A new program in Oklahoma is using a mobile drug unit to distribute harm reduction and drug safety supplies to rural Cherokee Nation members struggling with addiction, reports Elyse Wild of The Guardian. The traveling service is part of the tribe's overall "Native people taking care of Native people" effort to address the severe risks and lack of access facing Native Americans with substance-use disorders.

The drug unit van can be the first point of contact for an addicted tribal member to receive life-saving supplies and education. Coleman Cox, who drives the unit, stops along drug "hot spots" in remote northern Oklahoma and sets up tables "with black bins of naloxone, a drug to reverse opioid overdoses, along with testing strips, clean syringes and wound-care supplies," Wild writes. "The mobile unit typically sees 16 regulars from the community, he says. Some days, no one comes. It all depends on the patterns of drug use and the current drug supply."

The Cherokee Nation "is the largest of the tribes, with more than 450,000 citizens worldwide and 141,000 people living within its sovereign boundaries," Wild explains. "Mobile harm reduction is uniquely suitable for tribal nations. . . where culture and connection are measures of health, harm reduction mitigates the isolation of active addiction." Cox told Wild, "Native people heal as a community.”
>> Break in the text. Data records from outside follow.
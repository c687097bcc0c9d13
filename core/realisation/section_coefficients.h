#pragma once

#include "core/realisation/difference_equation.h"
#include "core/realisation/second_order_pairs.h"

#include <array>

namespace cornerwright {

/// Coefficients of one section before rounding, highest power first, monic in the denominator.
/// A first-order section leaves the last entries 0 in both forms:
///   shift form: (b0 z + b1)/(z + a1), delta form: (beta0 d + beta1)/(d + alpha1).
struct SectionCoefficients {
    using Three = std::array<long double, 3>;
    Three beta{1.0L, 0.0L, 0.0L};
    Three alpha{1.0L, 0.0L, 0.0L};
    std::size_t order = 0;

    Three b() const { return shifted(beta); }
    Three a() const { return shifted(alpha); }

    bool has_integrator() const { return order > 0 && alpha[order] == 0.0L; }
    bool has_zero_at_rest() const { return order > 0 && beta[order] == 0.0L; }

  private:
    /// From powers of d to powers of z.
    Three shifted(const Three& delta) const;
};

/// gain * prod(d - zero) / prod(d - pole).
SectionCoefficients section_coefficients(const SectionRoots& roots, double gain);

/// Fills what the running coefficients leave open: beta and alpha of a direct form, b and a of a
/// delta section. Sums such as 1 + a1 + a2 are formed without loss.
void complete_other_form(DiscreteSection& section, Structure structure);

/// 0, 1 or 2: the order that the rounded coefficients leave in this structure.
std::size_t order_of(const DiscreteSection& section, Structure structure);

/// True where the section, as rounded, holds a pole at z = 1 exactly.
bool has_integrator(const DiscreteSection& section, Structure structure);

} // namespace cornerwright
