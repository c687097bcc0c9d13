#pragma once

#include "core/realisation/difference_equation.h"

#include <memory>
#include <vector>

namespace cornerwright {

/// The difference equation run exactly as the generated code runs it: the same order of operations
/// in double, single or integer arithmetic, so that every output agrees bit for bit (a zero may
/// carry another sign).
///
/// Fixed point: signals are words with fraction_bits behind the point. Products are accumulated at
/// twice the width, shifted back with rounding to nearest (ties away from zero) and saturated.
///
/// Output limits: where the output has reached a limit and the error drives it further, the
/// integrating sections keep their state (conditional integration); the output is cut off.
class BitTrueRun {
  public:
    explicit BitTrueRun(const DifferenceEquation& equation);
    ~BitTrueRun();
    BitTrueRun(BitTrueRun&&) noexcept;
    BitTrueRun& operator=(BitTrueRun&&) noexcept;

    /// One sample. `error` is first rounded to the format; the output is exact in a double.
    double step(double error);

    /// Everything at rest.
    void init();

    /// Bumpless start: at rest, but for the last integrator, which holds `output` (cut to the
    /// limits), so that with no error the output stays there. A compensator without a plain
    /// integrator behind all its dynamics follows the error from rest.
    void reset(double output);

    /// Every stored number, in the order of the sections.
    std::vector<double> state() const;

    struct Machine;

  private:
    std::unique_ptr<Machine> machine_;
};

} // namespace cornerwright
With the mobile unit, the Cherokee Nation can reach more remote members who need physical and cultural help coping with addiction. "The effect of culture on addiction health in Native communities is not purely anecdotal," Wild adds. "A doctoral research project conducted by the University of Arizona in 1992 with the Shuswap First Nation community in Alkali Lake, British Columbia, found that employing substance abuse treatment with cultural practices such as sweat lodges, pipe ceremonies, drumming, singing and powwows were instrumental in reducing the tribe’s rate of drug and alcohol abuse by 95% from 1970 to 1985."